Sua irmã morreu mais tarde, bem mais tarde. Não é preciso dizer como.


Paulo Francisco

Elas

Quando pegou um novelo de lã para fazer um cachecol, os  filhos estranharam aquela atitude, afinal, tinha em seus conceitos uma mãe moderna, possuidora de facebook, blogue e que curtia relações virtuais.  Vânia respirou e pensou. ¨ Deixe-me fazer este presente pra ele. ¨ Ele? Bem.., ele era o novo namorado encontrado por fios invisíveis que ela sonha em tê-lo por fios tecidos.

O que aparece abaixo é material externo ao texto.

def _line_labels(sheet, placer, frame: _Frame, lops: list[_Lop], band) -> list[_Lop]:
    """Each line's label beside it, clear of its own line, where it overlaps no label, symbol, arrowhead or
    thin line and no other line comes within OTHERS_PT of it (so that it is plainly this line's); else a
    number beside the line by the same rule (the label goes under the chart); the lines so listed. ``band``:
    the boxes of a line's band and of the intercepts drawn from the DR."""
    listed = []
    area = _inner(frame.area)
    drawn = [lop for lop in lops if lop.ends is not None and not lop.pointer]
    own_half = 0.65  # half the line's stroke: the placer's pad keeps CLEAR_PT beyond it
    for k, lop in enumerate(drawn):
        spots = _line_spots(lop, k, len(drawn))
        own = [_segment_box(*lop.ends, own_half)]
        others = _line_boxes(lops, but=lop, half=own_half + OTHERS_PT - CLEAR_PT)
        clear = placer.with_also(own + others + band)
        base = len(clear.taken)
        spot = clear.place(lop.label, LABEL_PT, spots, area)
        if spot is not None:
            placer.taken.extend(clear.taken[base:])
            sheet.text(spot.x, spot.y, lop.label, LABEL_PT, lop.colour, anchor=spot.anchor, baseline=spot.baseline,
                       rotation=spot.rotation, box=PAPER, kind="line label")
            continue
        # a line left out is tagged by its row (the sheet's warning and the Fixes sheet name it so)
        tag = f"({lop.label.rsplit(' (', 1)[1].split(',')[0]} left out)" if lop.left_out else f"({len(listed) + 1})"
        spot = clear.place(tag, LABEL_PT, spots, area, bold=True)
        if spot is not None:
            lop.tag = tag
            placer.taken.extend(clear.taken[base:])
            sheet.text(spot.x, spot.y, lop.tag, LABEL_PT, lop.colour, anchor=spot.anchor, baseline=spot.baseline,
                       rotation=spot.rotation, bold=True, box=PAPER, kind="line tag")
        listed.append(lop)
    listed += [lop for lop in lops if lop.ends is None or lop.pointer]
    return listed


_KEY = (("fix", "fix"), ("running fix", "running fix"), ("dr", "DR"), ("ep", "estimated position (EP)"),
        ("chart position", "chart or GNSS position"), ("every sight fix", "fix from every sight (not the fix)"),
        ("check fix", "check fix, the flagged sights left out (not the fix)"))


def _footer(sheet, frame: _Frame, lops: list[_Lop], listed: list[_Lop], marks: list[str],
            refused: Sequence[str] = ()) -> None:
    """Under the chart: the labels that found no room on it, the group's rows refused (no line to draw), the key
    to the symbols and lines on this sheet, how a line is labelled, and the caution; the page's height set to
    hold them."""
    width = SHEET_PT - 2 * MARGIN_PT
    y = frame.area[3] + 46.0
    for text in marks:
        y = _text_lines(sheet, MARGIN_PT, y, f"no room on the chart: {text}", 7, INK, width, kind="mark list")
    for lop in listed:
        where = (f"line {lop.tag}" if lop.tag else "off the chart" if lop.ends is None or lop.pointer
                 else "line (no room to mark it)")
        y = _text_lines(sheet, MARGIN_PT, y, f"{where}: {lop.label}", 7, lop.colour, width, kind="line list")
    for text in refused:
        y = _text_lines(sheet, MARGIN_PT, y, f"not used, no line: {text}", 7, LEFT_OUT, width, kind="refused list")
    y = _key(sheet, y + 6.0, {item.kind for item in sheet.items if item.kind}, lops)
    y = _line_key(sheet, y, lops)
    if any(lop.moved for lop in lops):
        text = ("A line with a double chevron was moved by the ship's run to the fix time, the chevron pointing the "
                "way: advanced from its sight's time (or retired), labelled with both times.")
        if any(lop.before is not None for lop in lops):
            text += " Dotted: a running fix's line at its own time"
            text += ("; the green arrow: the run that advanced it." if any(lop.run_arrow is not None for lop in lops)
                     else " (the run that advanced it falls outside the sheet).")
        y = _text_lines(sheet, MARGIN_PT, y, text, 7, INK, width, kind="key")
    y = _text_lines(sheet, MARGIN_PT, y, "Each line: body, sight time in UTC (→ time moved to), intercept toward (T) or away "
                    "(A) and Zn from the DR at the fix time (a moved line's differ from the Working sheet's, worked "
                    "from the DR at its own time). The thin line from the DR to each line of position is its intercept along "
                    "Zn, the arrow toward the body.", 7, INK, width, kind="key")
    y = _text_lines(sheet, MARGIN_PT, y + 2, "An aid to navigation, not a sole means: check against the official "
                    "almanac and keep a DR plot.", 7, INK, width, kind="caution", italic=True)
    sheet.height = math.ceil(y + 10.0)
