@pytest.mark.parametrize("course, lon, titles", [
    (90.0, 179.0, ["Sights for Monday 14 December 2026",
                   "Sights for Sunday 13 December 2026 (over the date line: the date goes back a day)",
                   "Sights for Monday 14 December 2026 (the date again: over the date line)"]),
    (270.0, -179.0, ["Sights for Monday 14 December 2026",
                     "Sights for Tuesday 15 December 2026 (over the date line: the date goes forward a day)",
                     "Sights for Wednesday 16 December 2026"]),
])
def test_over_the_date_line_the_paper_dates_each_round_by_its_zone_date_as_the_plan_does(course, lon, titles):
    """Trial finding: at 180° the paper grouped its pages by the ship's local day while the plan dated each round
    by its zone date. Both now keep one rule: each event on the page of the zone date of its own instant in its
    own zone (ZT = UTC − ZD; ZD −12 east of 180°, +12 west of it: common practice), eastbound the date going back
    (a date lived twice), westbound forward. 17° 30′ S, 1° from the line, at 8 kn both ways; the plan
    (navred.jobs.bridge.bridge_plan) of the same passage names each round by the same date and zone."""
    from navred.jobs.bridge import bridge_plan, hm, zone_date, zone_time
    from navred.jobs.paper import passage_paper

    made = passage_paper("2026-12-14", "2026-12-16", -17.5, lon, course_deg=course, speed_kn=8.0, eye_height_m=3.0)
    pages = [p for p in made.document.pages if p.title.startswith("Sights for")]
    assert [p.title for p in pages][:3] == titles
    plan = bridge_plan("2026-12-14", 3, -17.5, lon, course_deg=course, speed_kn=8.0, eye_height_m=3.0)
    by_plan = {str(r.presets.utc.astype("datetime64[m]")): (r.label.split(", ", 1)[1].split(" (ZD ")[0], r.zone_h) for r in plan.rounds}
    planned, differs = [], 0
    texts = [" ".join(block.text for block in page.blocks if hasattr(block, "text")) for page in pages]
    # the zone of each page's events (the ZD printed with each round and noon), and the pages the date line
    # touches: a page whose zone is 12 h or more from the page before or after it (ZD −12 against +12), and the
    # second page of a date lived twice (the trial's second "Thursday 10 December" page)
    zones = [{float(z.replace("−", "-")) for z in re.findall(r"zone time \(([+−]\d+)\)", text)} for text in texts]
    dates = [page.title[len("Sights for "):].split(" (")[0] for page in pages]
    touched = [any(abs(a - b) >= 12 for m in (k - 1, k + 1) if 0 <= m < len(zones) for a in zones[k] for b in zones[m])
               or dates[k] in dates[:k] for k in range(len(zones))]
    assert sum(touched) >= 2, [p.title for p in pages]
    for page, text, line_page in zip(pages, texts, touched):
        date = page.title[len("Sights for "):].split(" (")[0]
        for hhmm, zone, utc, on in re.findall(r"twilight: planned (\d\d:\d\d) zone time \(([+−]\d+)\), (\d\d:\d\d) "
                                              r"UTC( \d+ \w\w\w)?, from DR", text):
            twilight = next(t for t in made.twilights if hm(t.presets.utc) == utc
                            and long_date_of(zone_date(t.presets.utc, t.zone_h)) == date)
            assert hm(zone_time(twilight.presets.utc, twilight.zone_h)) == hhmm
            # the UTC carries its UTC date wherever that is not the page's (zone) date, and on every page the
            # date line touches (trial finding: there a time alone is read on the wrong date), and the page
            # names the hourly page to open: that of the UTC date (ZT = UTC − ZD, common practice)
            when = pd.Timestamp(twilight.presets.utc).round("min")
            dated = line_page or long_date_of(when.date()) != date
            assert on == (f" {when.day} {when:%b}" if dated else ""), (date, utc, on)
            differs += bool(on)
            assert f"GHA and Dec: the hourly page of {long_date_of(when.date())}" in text
            assert float(zone.replace("−", "-")) == twilight.zone_h
            key = str(twilight.presets.utc.astype("datetime64[m]"))
            planned.append(key)
            if key in by_plan:  # the plan names the same round by the same date and zone
                assert by_plan[key] == (date, twilight.zone_h), (key, by_plan[key], date)
        for hhmm, zone, on in re.findall(r"Noon: the Sun on the meridian at (\d\d:\d\d) zone time \(([+−]\d+)\), "
                                         r"\d\d:\d\d UTC( \d+ \w\w\w)?", text):
            noon = next(n for n in made.noons if hm(zone_time(n.utc, n.zone_h)) == hhmm
                        and float(zone.replace("−", "-")) == n.zone_h)
            assert long_date_of(noon.zone_date) == date
            when = pd.Timestamp(noon.utc).round("min")
            dated = line_page or long_date_of(when.date()) != date
            assert on == (f" {when.day} {when:%b}" if dated else ""), (date, hhmm, on)
            differs += bool(on)
        # no UTC time on the page without its date where that is another, or anywhere on a page the line
        # touches (the civil and nautical times too)
        for stamp, on in re.findall(r"(\d\d:\d\d) UTC( \d+ \w\w\w)?", text):
            assert line_page <= bool(on), (date, stamp)
            assert any(pd.Timestamp(t).round("min").strftime("%H:%M") == stamp
                       and (line_page or long_date_of(pd.Timestamp(t).round("min").date()) != date) == bool(on)
                       for t in [x for tw in made.twilights for x in (tw.presets.utc, tw.nautical, tw.civil)]
                       + [n.utc for n in made.noons]), (date, stamp, on)
    assert differs >= 2  # the line cuts the days: a round or noon on another UTC date than its page, each way
    # the noon Sun page dates each noon the same way
    noon_page = next(p for p in made.document.pages if p.title.startswith("The noon Sun"))
    table = next(block for block in noon_page.blocks if hasattr(block, "rows"))
    # ZT = UTC − ZD (common practice), worked here
    assert [row[0] for row in table.rows] == [str((pd.Timestamp(n.utc) - pd.Timedelta(hours=n.zone_h)).date())
                                              for n in made.noons]
    assert [row[2] for row in table.rows] == [f"ZD {'+' if n.zone_h > 0 else '−'}{abs(n.zone_h):g}"
                                              for n in made.noons]
    # and gives each noon's UTC date beside its UTC (the Dec comes from the hourly page of that date)
    assert [(row[3], row[4]) for row in table.rows] == [
        (f"{pd.Timestamp(n.utc).round('min'):%H:%M}", str(pd.Timestamp(n.utc).round("min").date())) for n in made.noons]
    assert table.csv_columns[3:5] == ("utc", "utc_date")
    # a page the line cuts says where its other round and noon are
    first = " ".join(block.text for block in pages[0].blocks if hasattr(block, "text"))
    assert f"round: on the page of {titles[1][len('Sights for '):].split(' (')[0]}, across the date line" in first
    # every round once, on one page; each day's zone east of 180° −12, west of it +12
    assert len(planned) == len(set(planned)) == len(made.twilights)
    assert len(set(planned) & set(by_plan)) >= 4
    for t in made.twilights:
        assert t.zone_h == (-12.0 if t.presets.lon_deg > 172.5 else 12.0 if t.presets.lon_deg < -172.5 else t.zone_h)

Léia, secretária poliglota de uma empresa nacional, era a ponte entre os importadores e seu patrão. Este, de pouco estudo, conseguira vencer na vida, com muito trabalho e arrojo – nunca tivera medo de arriscar, contrário de Léia, que por medo de perdê-lo, permaneceu secretaria e morrerá secretária, poliglota e suspirosa.

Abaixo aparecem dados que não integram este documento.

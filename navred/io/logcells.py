"""A sight log's cells read: one parser per kind of column (angles, times, dates, units, words), every value
checked against the vocabulary's range, and every problem named by its row, its column and its value as written.

Plain numbers and ISO instants are read in bulk; anything else each distinct (value, unit, comma rule) once, by
the parsers of the core and of :mod:`navred.timework`. Used by :mod:`navred.io.logbook` (the one reader).
"""

from __future__ import annotations

import datetime as _dt
import re
from dataclasses import dataclass

import numpy as np
import pandas as pd

from ..angles import parse_angle, parse_angles_fast, wrap_180
from ..corrections import parse_index_error_arcmin
from ..errors import NavredError
from ..stars import canonical_body_name
from ..timescales import instant_components, iso_z_datetime64, iso_zone_missing
from ..timework import (
    iso_instant_text,
    parse_date,
    parse_time_of_day,
    parse_watch_error_s,
    parse_zone_description,
)
from ..vocabulary import (
    COLUMN,
    ENTRIES,
    HORIZONS,
    LIMBS,
    NO_HORIZON,
    ROLES,
    SIDES,
    UNIT_CONVERSIONS,
    UNIT_NAMES,
    convert_to_working_unit,
    normalise_header,
)
from .readers import MissingFormulaValue, blank_mask

#: The reasons given for one row, at most: a row that is wrong in every column (a shifted or pasted line) is
#: named by its first few, and the rest counted, rather than by a dozen lines (and megabytes a row).
MAX_REASONS_PER_ROW = 3


class Problems:
    """The problems found, one entry per (row, column), collected column by column; at most
    :data:`MAX_REASONS_PER_ROW` kept a row (the first found), the others counted by their columns (so that a
    log wrong in every cell costs a few entries a row, not a dozen)."""

    def __init__(self, n: int):
        self.n = n
        self.rows: list[np.ndarray] = []
        self.columns: list[np.ndarray] = []
        self.values: list[np.ndarray] = []
        self.reasons: list[np.ndarray] = []
        self.count = np.zeros(n, dtype=np.int32)
        self.more: dict[int, list[str]] = {}  # row -> the columns of its problems not kept

    def add(self, rows, column, value, reason) -> None:
        rows = np.asarray(rows, dtype=int).ravel()
        if rows.size == 0:
            return
        items = []
        for item in (column, value, reason):
            array = np.empty(rows.size, dtype=object)
            array[:] = item if isinstance(item, str) else list(np.asarray(item, dtype=object).ravel())
            items.append(array)
        before = self.count[rows]
        np.add.at(self.count, rows, 1)
        keep = before < MAX_REASONS_PER_ROW
        if not keep.all():
            for row, name in zip(rows[~keep].tolist(), items[0][~keep].tolist()):
                self.more.setdefault(row, []).append(str(name))
            rows = rows[keep]
            items = [a[keep] for a in items]
        self.rows.append(rows)
        for target, array in zip((self.columns, self.values, self.reasons), items):
            target.append(array)

    def mask(self) -> np.ndarray:
        """The rows with a problem so far."""
        return self.count > 0

    def frame(self) -> pd.DataFrame:
        """Every problem kept, in row order (within a row, in the order found); the last kept of a row with more
        counts the others and names their columns."""
        if not self.rows:
            return pd.DataFrame({"index": np.zeros(0, dtype=int), "column": [], "value": [], "reason": []})
        frame = pd.DataFrame({"index": np.concatenate(self.rows), "column": np.concatenate(self.columns),
                              "value": np.concatenate(self.values), "reason": np.concatenate(self.reasons)})
        frame = frame.sort_values(["index"], kind="stable").reset_index(drop=True)
        if self.more:
            index = frame["index"].to_numpy()
            last = np.flatnonzero(np.append(index[1:] != index[:-1], True))
            reasons = frame["reason"].to_numpy(dtype=object).copy()
            for at in last.tolist():
                others = self.more.get(int(index[at]))
                if others:
                    names = ", ".join(dict.fromkeys(others))
                    reasons[at] = (f"{reasons[at]} (and {len(others)} more column{'s' if len(others) > 1 else ''} "
                                   f"with a problem: {names})")
            frame["reason"] = reasons
        return frame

Laura, Esse será o seu nome!. Exclamou a avó quando a menina nasceu. Todos acharam que era um nome fora de moda, duro e sem brilho. Todos, exceto a avó, estavam errados.

Paulo Francisco

Elas

Abigail sempre soube que seria Arquiteta. Passou no primeiro vestibular que fez. Nunca perdera um projeto, mesmo que a margem de lucro fosse diminuída. Seu sucesso dependia, também, dos outros sócios minoritários. Trabalha com mão de ferro. Todos a tratam com certa cautela face o seu temperamento bipolar.
Abigail nunca se casou, já até pensou, mas, ela não sabe como arquitetar um bom plano para esse lar. Tem medo de não conseguir.
Nara era uma menina sapeca. Tornou-se uma adolescente linda e problemática. Não gostava de estudar, mas adorava namorar. Sorria, com os elogios recebidos.  Ela não terminou o ensino médio – não conseguia se concentrar. Hoje, com dezenove anos, trabalha numa confeitaria,  e, de quando em vez, faz uns voos até a Capital para o seu namorado. Nara se transformou num verdadeiro avião.  Todos dizem.
Zara sempre estava pronta para ouvir os amigos. Eles sempre recorriam a ela para as suas lamentações – ela sempre tinha uma palavra de confiança. Zara, todas as noites, ajoelhada em seu quarto, conversa baixinho com quem pode ouvi-la de verdade. Zara carrega consigo uma luz própria. Todos dizem que ela é iluminada.